At an advanced level, Internet Banking is called transactional online banking (Sathye,1999). On
the other hand, PC banking is defined as a home banking whereby consumers supplied with a
financial software package on disks, allowing consumers to fill in details offline and then to send
them into the bank over the banks private network.

Unlike PC banking, Internet Banking or online banking does not require proprietary software or
access to a private network (Hamid et al, 2007). ISACA (Information Systems Audit and Control
Association) recorded that more and more banks are transforming their businesses by using
Internet technology to develop or expand relationships with their customers. The extent to which
the Internet is used in a bank depends on the relative maturity of the bank in regard to Internet
technology.

Banks offer Internet Banking in two main ways. An existing bank with physical offices, ordinarily
termed a brick-and-mortar bank, can establish a website and offer Internet Banking to its
customers as an addition to its traditional delivery channels.

An alternative is to establish either a virtual, branchless or Internet-only bank. The computer
server or bank database that lies at the heart of a virtual bank may be housed in an office that
serves as the legal address of such a bank or at some other location. Virtual banks provide
customers with the ability to make deposits and withdrawals via automated teller machines
(ATMs) or through other remote delivery channels owned by other institutions (www.isaca.org).

Yibin (2003) and Diniz (1998) identify three functional types of Internet Banking that are
currently employed in the market place i.e. Informational, Communicative and Transactional.

_ Informational - This is the basic level of Internet Banking. Typically, the bank has marketing
information about the bank's products and services on a stand-alone server.

_ Communicative - This type of Internet Banking system allows some interaction between the
bank's systems and the customer. The interaction may be limited to electronic mail, account
inquiry, loan applications or static file updates (name and address changes).
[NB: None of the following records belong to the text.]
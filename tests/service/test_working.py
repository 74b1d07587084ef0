"""What every worker does now and then."""

from sqlalchemy import update

from service.orders.deciding import Seen, cancel_order
from service.orders.finding import find_order
from service.orders.placing import nothing_more
from service.parts import Parts
from service.store.columns import EPOCH
from service.store.tables import Order
from service.working import chores_of
from tests.service.shop import SHOP, WEB_SHOP, open_shop, placed


def test_a_worker_lets_go_of_what_has_been_kept_long_enough(any_parts: Parts) -> None:
    open_shop(any_parts)
    order = placed(any_parts)
    seen = Seen(order_id=order.id)
    cancel_order(any_parts.store, WEB_SHOP, seen, reason=None, recalled=False, also=nothing_more)
    with any_parts.store.writing() as session:
        session.execute(update(Order).values(finished_at=EPOCH))

    for chore in chores_of(any_parts):
        chore.work()

    with any_parts.store.reading() as session:
        after = find_order(session, SHOP, order.id)
    assert (order.tune_digest != "", after.tune_digest) == (True, "")
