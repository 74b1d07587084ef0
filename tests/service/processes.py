"""Processes as tests look at them."""

import time
from collections.abc import Callable
from pathlib import Path


def is_alive(pid: int) -> bool:
    """Whether there is such a process, and it has not ended."""
    try:
        state = Path(f"/proc/{pid}/stat").read_text().rpartition(")")[2].split()[0]
    except (FileNotFoundError, ProcessLookupError):
        return False
    return state != "Z"


def wait_until(true: Callable[[], bool], within_s: float = 10.0) -> bool:
    """Whether something comes true within some time."""
    last_s = time.monotonic() + within_s
    while not true():
        if time.monotonic() > last_s:
            return False
        time.sleep(0.02)
    return True
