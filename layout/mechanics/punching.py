"""Force of a hit: what a tool shears, what that takes, and what pulls the punch out again.

F = L·t·τ: the sheared length, the sheet's thickness, its shear strength (any handbook of press work).
It holds for a sharp tool with a flat face; a dull edge takes 15 to 30 % more. Stripping takes a share
of it, mostly 5 to 20 %.
"""

import math

from layout.documents.cutter import Tool


def sheared_length_mm(tool: Tool) -> float:
    """The length of edge that one hit of the tool shears.

    A lance shears three sides of its footprint: both along the travel and the tab's free end; the
    fourth is where the tab bends. A slot or hole tool shears its whole outline, two straights and a circle.
    """
    length_mm, width_mm = tool.footprint_length_mm, tool.footprint_width_mm
    if tool.makes == "lance":
        return 2 * length_mm + width_mm
    return 2 * abs(length_mm - width_mm) + math.pi * min(length_mm, width_mm)


def cutting_force_n(length_mm: float, thickness_mm: float, shear_strength_n_per_mm2: float) -> float:
    """F = L·t·τ, in newtons; bending the tab of a lance is small beside it and not counted."""
    return length_mm * thickness_mm * shear_strength_n_per_mm2


def stripping_force_n(force_n: float, stripping_share: float) -> float:
    """What pulls the punch out: a share of the cutting force, in newtons."""
    return force_n * stripping_share


def press_force_n(force_n: float, stripping_share: float) -> float:
    """What the press must give: it cuts, and loads its stripper's springs in the same stroke."""
    return force_n + stripping_force_n(force_n, stripping_share)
_ Transactional - This level of Internet Banking allows customers to directly execute
transactions with financial implications. The basic transactional site only allows a transfer of
funds between the accounts of one customer and the bank. The advanced transactional site
provides a means for generating payments directly to third parties outside of the bank. This can
take the form of bill payments via a bank official check or electronic funds transfer/automated
clearing house entries.

Internet Banking has been regarded as the most important way to reduce cost and maintain or
enhance services for consumers (Hua, 2009). By offering Internet Banking services, traditional
financial institutions seek to lower operational costs, improve consumer banking services, retain
consumers and expand share of customer. Internet is the cheapest delivery channel for banking
products as it allows the entity to reduce their branch networks and downsize the number of
service staff. The navigability of the website is a very important part of Internet Banking because
it can become one of the biggest competitive advantages of a financial entity (Ortega et al.,
2007).

Internet Banking is a process of innovation whereby customers handle their own banking
transactions without visiting bank tellers (Qureshi et al., 2008). Recent evidence suggests that
an Internet-based consumer banking strategy may be effective, with reports of more profitable,
loyal and committed consumers compared with traditional banking consumers (ABA, 2004; Fox,
2005).

Thus, contemporary banks now regard the Internet channel as equally important to traditional
channels of branches, automated teller machines (ATM), telephone banking and call centers
(Gartner, 2003). In the new banking environment, Internet Banking is increasingly managed as
an operational activity and an important element of a multi-channel strategy (Black et al., 2002).